Hyperobservation of your body and its processes: Since you've been scared of a pregnancy, you've probably been paying attention to and noting every single thing your body does like a detective on a case, and only looking at all of those things through the lens of how you think they could relate to pregnancy. You have other things in your life that need your attention, and likely other things in your life you'd also much rather pay attention to! Time to stop doing that: it's not like if you don't keep doing that, your body will make itself pregnant, and drop a clue you'll miss. If you're going to give your body some attention, give it the good stuff that helps you manage and move past this stress, like feeding it well, giving it good rest or some active movement, and doing things that make you feel phycially pampered and cared for.
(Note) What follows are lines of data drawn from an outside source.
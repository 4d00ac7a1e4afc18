"use client";
// Alerts of an incident as a table: what fires now, what resolved during it, or (history) every
// alert with its lifetime.
import { createColumnHelper } from "@tanstack/react-table";
import Link from "next/link";
import { Badge } from "@/components/ui/Badge";
import { DataTable } from "@/components/ui/data-table/DataTable";
import { safeHref } from "@/components/ui/format";
import { When } from "@/components/ui/When";
import type { IncidentAlert } from "@/lib/api/schemas/incidents";

type Show = "firing" | "resolved" | "history";

function KeyLink({ env, k }: { env: string; k: string }) {
  return (
    <Link href={`/environments/${env}/components/${encodeURIComponent(k)}`} className="font-mono text-ink hover:text-brass">
      {k}
    </Link>
  );
}

function AlertName({ a }: { a: IncidentAlert }) {
  const href = a.link ? safeHref(a.link) : null;
  const name = a.name ?? a.summary ?? a.fingerprint;
  return href ? (
    <a href={href} className="text-info hover:underline" target="_blank" rel="noreferrer">
      {name}
    </a>
  ) : (
    <span>{name}</span>
  );
}

const alertCol = createColumnHelper<IncidentAlert>();

function alertColumns(env: string, show: Show) {
  return [
    alertCol.accessor((a) => a.component ?? a.named?.value ?? "", {
      id: "component",
      header: "Component",
      meta: { fixed: true },
      cell: (i) => {
        const a = i.row.original;
        return a.component ? (
          <KeyLink env={env} k={a.component} />
        ) : (
          <span className="inline-flex items-center gap-1">
            <Badge tone="degraded" title="No component key or alias matches what the alert names">unknown</Badge>
            <span className="font-mono text-xs text-muted">{a.named ? `${a.named.label ? `${a.named.label}=` : ""}${a.named.value}` : "no component label"}</span>
          </span>
        );
      },
    }),
    alertCol.accessor((a) => a.name ?? a.summary ?? a.fingerprint, {
      id: "alert",
      header: "Alert",
      cell: (i) => (
        <>
          <AlertName a={i.row.original} />
          {i.row.original.summary && i.row.original.name && <span className="ml-2 text-xs text-muted">{i.row.original.summary}</span>}
        </>
      ),
    }),
    alertCol.accessor((a) => a.severity ?? "", {
      id: "severity",
      header: "Severity",
      cell: (i) => (i.getValue() ? <Badge tone={/crit|page|high|error/i.test(i.getValue()) ? "down" : "muted"}>{i.getValue()}</Badge> : <span className="text-faint">—</span>),
    }),
    alertCol.accessor("startsAt", { header: "Since", cell: (i) => <When at={i.getValue()} /> }),
    show === "firing"
      ? alertCol.accessor("lastReceivedAt", { header: "Last heard", cell: (i) => <When at={i.getValue()} /> })
      : alertCol.accessor("endsAt", {
          header: show === "resolved" ? "Resolved" : "Ended",
          cell: (i) => (i.getValue() ? <When at={i.getValue()} /> : <Badge tone="down">firing</Badge>),
        }),
    alertCol.accessor("fingerprint", { header: "Fingerprint", meta: { hidden: true }, cell: (i) => <span className="font-mono text-xs text-muted">{i.getValue()}</span> }),
  ];
}

export function AlertsTable({ env, alerts, show }: { env: string; alerts: IncidentAlert[]; show: Show }) {
  return (
    <DataTable
      id={`${show}-alerts`}
      testId={show === "history" ? "incident-alerts" : `${show}-alerts`}
      caption={show === "firing" ? "Firing alerts" : show === "resolved" ? "Alerts resolved during this incident" : "Alerts of this incident and their lifetimes"}
      columns={alertColumns(env, show)}
      data={alerts}
      rowKey={(a) => a.id}
      paging={{ mode: "client", pageSize: 50, initialSort: [{ id: "startsAt", desc: false }], search: { label: "Find an alert", placeholder: "component or alert name" } }}
      noun={["alert", "alerts"]}
      empty="No alert."
    />
  );
}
Holding on to the idea that people can be pregnant for a long time and not know: In reality -- not reality television, which is not an unedited real life where someone just left a camera on, but in actual reality --  while this can sometimes happen, it is very rare, and also tends to occur primarily in very specific populations or circumstances that probably don't apply to you.  Things like someone having a pre-existing health issue or condition that already makes them feel pregnant and having no periods, being so deep in a drug or alcohol dependency they just don't notice jack about their bodies anymore, someone so deeply and presently traumatized by something like severe domestic violence or assault that they are tuning out everything they can just to survive, or someone so in denial about really beign pregnant, they have simply managed to convince themselves they're not AND -- with any of these -- also not testing for pregnancy in the first place. You did that already, which is why even if we know nothing else about you, or if anything like this is part of your picture, we can know that situation isn't yours. You took a test, and it showed you that you are not pregnant.